Solved – Why does the direction with highest eigenvalue have the largest semi-axis

eigenvaluespca

So, in PCA, we decompose the covariance matrix by its eigenvalues and eigenvectors. I understand that an ellipsoid is fully characterized by the eigenvalues and eigenvectors of a positive definite matrix $A$, and it has an equation $(x-x_c)^T A (x-x_c) =1$, where $x_c \in \mathbb{R}^n$ denotes the center of the ellipsoid. In PCA we are basically trying to fit an ellipsoid to the data from what I understand.

I also understand that $i$-th principal direction of the ellipsoid is given by the direction of the $i-$th eigenvector $v_i$ associated with the eigenvalue $\lambda_i$, sorted out so that $\lambda_1 > \ldots > \lambda_n > 0$. And finally, $\lambda_i$ defines the inverse square of the associated semi-axis, so $r_i = \frac{1}{\sqrt{\lambda_i}}$ is the semi-axis of the $i$-th principal direction, right? Now, wouldn't this mean that $r_1$ is the smallest of all other $r_j$? But that can't make sense I think, because then why would we project our data in that direction over any other if we want to reduce the dimension of our data?

I know there has to be something wrong in my reasoning, I'm in no way suggesting PCA is wrong, but I would appreciate some clarification.

Best Answer

I think there are two ellipses that we could consider. First, consider the image of the unit circle with respect to the map $x \mapsto x^T A x$ for PD $A \in \mathbb R^{n \times n}$. It is a standard result that $f(x) = x^T A x$ is maximized over unit vectors $x$ by the unit eigenvector $v_1$ with largest eigenvalue $\lambda_1$. So this means that the ellipse formed by the image of the unit circle with respect to this map has its largest semi-axis as $v_1$ with length $\lambda_1$, and so on for the other eigenpairs. So in this case we clearly have that the eigenvalues give the lengths of the semi-axes and the biggest semi-axis is for the biggest eigenvalue.

But now consider the contour $f(x) = 1$ for any $x \in \mathbb R^n$. Since $A$ is positive-definite we know that $f$ is a paraboloid, so its intersection with a horizontal plane (i.e. the contour) is an ellipse. In this case, we find that the shortest semi-axis is parallel to $v_1$, which makes sense because that's the direction that $f$ grows the fastest so we hit 1 the soonest. The largest semi-axis is $v_n$ since that's the direction in which $f$ is growing the slowest. Plugging $v_1$ in to $f$ we get $f(v_1) = v_1^T A v_1 = \lambda_1 v_1^T v_1 = \lambda_1$, not 1 as required, so the actual vector parallel to $v_1$ is $\frac{1}{\sqrt \lambda_1}v_1$. Does this help?
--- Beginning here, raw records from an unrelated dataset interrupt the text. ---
// From plan to work: an approved repositioning plan creates repositioning orders (depot → depot) and collection
// runs (customer site → depot); transfer load scans close the orders and receive scans the runs.
import { describe, test, expect, beforeAll, afterAll } from 'vitest';
import { randomUUID } from 'node:crypto';
import { QueryTypes } from 'sequelize';
import { usePoolWorld, newBin, appErrorOf } from '../support/fixtures';
import { sequelize } from '../support/db';
import { recordScan } from '@/lib/scans/scan-service.server';
import { voidScan } from '@/lib/scans/scan-corrections.server';
import { addBinToLoad, startLoad } from '@/lib/loads/load-service.server';
import { approveRepositioning, approvedPlans, withdrawPlan } from '@/lib/planning/repositioning-orders.server';
import { commandRun, runView, updateRun } from '@/lib/planning/truck-runs.server';
import { parsePlanSettings } from '@/lib/planning/repositioning-settings';
import { stopPlanSolver } from '@/lib/planning/plan-solver.server';
import { addDays, localDate } from '@/lib/calendar';
import { HireOrder } from '@/models';
import type { SessionUser } from '@/lib/accounts/session-user.server';

const w = usePoolWorld();
const actor = () => ({ userId: w.planner.id, ip: '127.0.0.1' });
const sel = <T extends object>(sql: string, bind: unknown[] = []) => sequelize.query<T>(sql, { bind, type: QueryTypes.SELECT });
const settings = () => {
  const p = parsePlanSettings(new URLSearchParams('horizonDays=7'));
  if (!p.ok) throw new Error('settings');
  return p.settings;
};
afterAll(stopPlanSolver);

const spare: Array<{ id: number }> = [];
const waiting: Array<{ id: number }> = [];

beforeAll(async () => {
  // The world's big order at the first depot goes; the second depot needs 3 bins tomorrow and holds none; the first
  // depot holds 5 it does not need; two folded empties wait at the customer's site (nearer the first depot).
  await HireOrder.update({ status: 'cancelled' }, { where: { id: w.order.id } });
  await HireOrder.create({
    reference: 'HO-SECOND-1',
    customerId: w.customer.id,
    deliverySiteId: w.customerSite.id,
    depotSiteId: w.depot2.id,
    binTypeId: w.binType.id,
    quantity: 3,
    neededBy: addDays(localDate(new Date(), 'Europe/Amsterdam'), 1),
    status: 'confirmed',
    product: null,
    notes: null,
  });
  for (let i = 0; i < 5; i++) spare.push(await newBin(w));
  for (let i = 0; i < 2; i++) {
    const bin = await newBin(w);
    // Out on a transfer-free route: received at the customer's site as folded empties awaiting collection.
    await HireOrder.update({ status: 'confirmed' }, { where: { id: w.order.id } });
    for (const s of [
      { action: 'prep_check', prepResult: 'pass', siteId: w.depot.id },
      { action: 'fit_liner', linerLotId: w.lot.id, siteId: w.depot.id },
      { action: 'dispatch', hireOrderId: w.order.id, siteId: w.depot.id },
      { action: 'deliver', siteId: w.customerSite.id },
      { action: 'fold', siteId: w.customerSite.id },
    ] as const) {
      await recordScan(w.yard, { clientEventId: randomUUID(), assetId: bin.id, ...s });
    }
    await HireOrder.update({ status: 'cancelled' }, { where: { id: w.order.id } });
    waiting.push(bin);
  }
}, 120_000);

describe('approving the repositioning plan', () => {
  let planId = 0;
  test('creates a repositioning order for the depot lane and a truck run for the collection lane', async () => {
    const approved = await approveRepositioning(settings(), actor());
    planId = approved.planId;
    const orders = await sel<{ from_site_id: number; to_site_id: number; bin_type_id: number; quantity: number; status: string }>(
      'SELECT from_site_id, to_site_id, bin_type_id, quantity, status FROM repositioning_orders WHERE plan_id = $1',
      [planId],
    );
    expect(orders).toEqual([{ from_site_id: w.depot.id, to_site_id: w.depot2.id, bin_type_id: w.binType.id, quantity: 3, status: 'open' }]);
    expect(approved.runs).toHaveLength(1);
    const run = (await runView(approved.runs[0]!))!;
    expect(run.status).toBe('planned');
    expect(run.stops.map((s) => [s.siteId, s.expected])).toEqual([[w.customerSite.id, 2]]);
    const [plan] = await approvedPlans(1);
    expect(plan).toMatchObject({ id: planId, done: 0, total: 2, open: true });
    // One approved plan at a time: a second approval is refused before anything is solved or written.
    const twice = await appErrorOf(approveRepositioning(settings(), actor()));
    expect(twice.code).toBe('conflict');
    expect((await sel<{ n: number }>('SELECT count(*)::int AS n FROM repositioning_plans'))[0]!.n).toBe(1);
  }, 120_000);

  test('transfer load scans close the order; a voided one opens it again', async () => {
    const yardUser = { ...w.yard, id: w.yard.id! };
    const load = await startLoad(yardUser, { purpose: 'transfer', destinationSiteId: w.depot2.id, targetCount: 3 });
    const outs = [];
    for (const bin of spare.slice(0, 3)) outs.push(await addBinToLoad(w.yard, load.id, { clientEventId: randomUUID(), assetId: bin.id }));
    let [plan] = await approvedPlans(1);
    expect(plan!.orders[0]).toMatchObject({ sent: 3, quantity: 3, status: 'done' });
    const [event] = await sel<{ payload: Record<string, unknown> }>(`SELECT payload FROM scan_events WHERE id = $1`, [outs[2]!.eventId]);
    expect(event!.payload).toMatchObject({ purpose: 'transfer', loadId: load.id, repositioningOrderId: plan!.orders[0]!.id });

    const me: SessionUser = {
      id: w.planner.id!,
      email: 'p@test.example',
      name: 'Planner',
      role: 'planner',
      organisationId: w.operator.id,
      organisationName: '',
      homeSiteId: null,
      qualifiedInspector: false,
    };
    await voidScan(me, outs[2]!.eventId, 'Wrong bin on the truck', '127.0.0.1');
    [plan] = await approvedPlans(1);
    expect(plan!.orders[0]).toMatchObject({ sent: 2, status: 'open' });
    await addBinToLoad(w.yard, load.id, { clientEventId: randomUUID(), assetId: spare[3]!.id });
    [plan] = await approvedPlans(1);
    expect(plan!.orders[0]).toMatchObject({ sent: 3, status: 'done' });
  });

  test('the collection run is confirmed and received against; the plan is then all done', async () => {
    const [plan] = await approvedPlans(1);
    const runId = plan!.runs[0]!.id;
    let v = (await runView(runId))!;
    await updateRun(runId, { version: v.version, carrier: 'Plan Haulage' }, actor());
    v = (await runView(runId))!;
    await commandRun(runId, 'confirm', v.version, actor());
    const wrongDepot = await appErrorOf(recordScan(w.yard, { clientEventId: randomUUID(), assetId: waiting[0]!.id, action: 'receive', siteId: w.depot2.id, runId }));
    expect(wrongDepot.code).toBe('transition_refused');
    for (const bin of waiting) await recordScan(w.yard, { clientEventId: randomUUID(), assetId: bin.id, action: 'receive', siteId: v.depot.id, runId });
    const [after] = await approvedPlans(1);
    expect(after!.runs[0]).toMatchObject({ status: 'done', received: 2, expected: 2 });
    expect(after).toMatchObject({ done: 2, total: 2 });
    expect(after!.open).toBe(false);
    const audit = await sel<{ action: string }>(`SELECT action FROM audit_entries WHERE entity_type = 'repositioning_plan' AND entity_id = $1`, [String(planId)]);
    expect(audit.map((a) => a.action)).toEqual(['repositioning_plan.approve']);
  });

  test('a plan is withdrawn: its open orders and untouched runs are cancelled, and another may be approved', async () => {
    // Three more spare bins would move again if the shortage came back: a new order at the second depot.
    await HireOrder.create({
      reference: 'HO-SECOND-2',
      customerId: w.customer.id,
      deliverySiteId: w.customerSite.id,
      depotSiteId: w.depot2.id,
      binTypeId: w.binType.id,
      quantity: 5,
      neededBy: addDays(localDate(new Date(), 'Europe/Amsterdam'), 1),
      status: 'confirmed',
      product: null,
      notes: null,
    });
    const second = await approveRepositioning(settings(), actor());
    expect(second.orders.length).toBeGreaterThan(0);
    expect(await withdrawPlan(second.planId, actor())).toMatchObject({ orders: second.orders.length, runs: second.runs.length });
    const [plan] = await approvedPlans(1);
    expect(plan).toMatchObject({ id: second.planId, open: false });
    expect(plan!.orders.every((o) => o.status === 'cancelled')).toBe(true);
  }, 120_000);
});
Bringing this back to PCA, let's say that our data consists of $m$ observations coming iid from $\mathcal N_2(\vec 0, \Sigma)$. Let's draw an ellipse around our data such that every point in the ellipse has likelihood greater than some cutoff $c$. This corresponds to a contour of the likelihood and can be found by $$ c = \frac{1}{2\pi \vert \Sigma \vert}\exp \left( -\frac12 x^T \Sigma^{-1} x\right) \iff x^T \Sigma^{-1} x = -2\log (2\pi c \vert \Sigma \vert) $$ i.e. the ellipse that circles the data is a contour of the quadratic form $g(x) = x^T \Sigma^{-1} x$. Note that $\Sigma^{-1}v = \lambda v \implies \frac1\lambda v = \Sigma v$, so the eigenvectors defining the axes of this likelihood contour ellipse are the same as those for the covariance matrix $\Sigma$ but with inverted eigenvalues.